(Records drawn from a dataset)

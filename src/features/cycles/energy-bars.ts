import type { CycleEnergy, EnergyFigure } from '#shared/ledger/cycle.ts';

export type BarPart = {
  key: 'selfUse' | 'sentOut' | 'bought' | 'fromRoof' | 'made' | 'used';
  label: string;
  title: string;
  figure: EnergyFigure;
  /** Share of the whole scale, 0–1. */
  share: number;
};
export type EnergyBars = {
  /** Where the roof's bar begins: after what was bought. */
  offset: number;
  roof: BarPart[];
  house: BarPart[];
  /** Every part once, named under the bars: those too narrow for their own label always, the others where the screen is narrow. */
  legend: (BarPart & { narrow: boolean })[];
};

/** What a letter and the room around a label take of a bar a thousand pixels wide. */
const LETTER = 0.0066;
const ROOM = 0.022;

/** The share of the width at which a part can carry its own label on a desk ("used at home 1,028 kWh"). */
function labelShare(label: string): number {
  return (label.length + ' 1,028 kWh'.length) * LETTER + ROOM;
}

/**
 * The two bars on one scale. The house's begins with what was bought; the roof's begins where that ends, so that self-use stands exactly above
 * itself. Null when nothing is known to draw.
 */
export function energyBars(energy: CycleEnergy): EnergyBars | null {
  const { production, selfUse, use } = energy;
  const bought = energy.import;
  const sent = energy.export;
  const boughtWh = Math.max(bought?.wh ?? 0, 0);
  const roofWh = Math.max(production?.wh ?? 0, (selfUse?.wh ?? 0) + (sent?.wh ?? 0), sent?.wh ?? 0, 0);
  const scale = boughtWh + roofWh;
  if (scale <= 0) return null;
  const part = (key: BarPart['key'], label: string, title: string, figure: EnergyFigure | null): BarPart[] =>
    figure && figure.wh > 0 ? [{ key, label, title, figure, share: figure.wh / scale }] : [];
  const roof = selfUse
    ? [...part('selfUse', 'used at home', 'Self-use', selfUse), ...part('sentOut', 'sent out', 'Export', sent)]
    : production
      ? part('made', 'made', 'Production', production)
      : part('sentOut', 'sent out', 'Export', sent);
  const house = [
    ...part('bought', 'bought', 'Import', bought),
    ...(use && selfUse ? part('fromRoof', 'from the roof', 'Self-use', selfUse) : []),
  ];
  const legend = [...roof, ...house]
    .filter((one) => one.key !== 'fromRoof')
    .map((one) => ({ ...one, narrow: one.share < labelShare(one.label) }));
  return { offset: boughtWh / scale, roof, house, legend };
}

/** What is missing, in sentences. */
export function missingEnergy(energy: CycleEnergy): string[] {
  const lines: string[] = [];
  if (!energy.production) lines.push('No production is known for this cycle: log a production file or meter reads.');
  if (!energy.import)
    lines.push('No import is known for this cycle: the statement has neither a read nor a printed figure.');
  if (!energy.export) lines.push('No export is known for this cycle, so what was used at home is not known either.');
  return lines;
}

### [Work item]
Write out only the lines from the very start of the entries above to the line that includes "legend: (BarPart &", both ends included, each one unchanged.

### [Answer area]
filename src/features/cycles/energy-bars.ts
import type { CycleEnergy, EnergyFigure } from '#shared/ledger/cycle.ts';

export type BarPart = {
  key: 'selfUse' | 'sentOut' | 'bought' | 'fromRoof' | 'made' | 'used';
  label: string;
  title: string;
  figure: EnergyFigure;
  /** Share of the whole scale, 0–1. */
  share: number;
};
export type EnergyBars = {
  /** Where the roof's bar begins: after what was bought. */
  offset: number;
  roof: BarPart[];
  house: BarPart[];
  /** Every part once, named under the bars: those too narrow for their own label always, the others where the screen is narrow. */
  legend: (BarPart & { narrow: boolean })[];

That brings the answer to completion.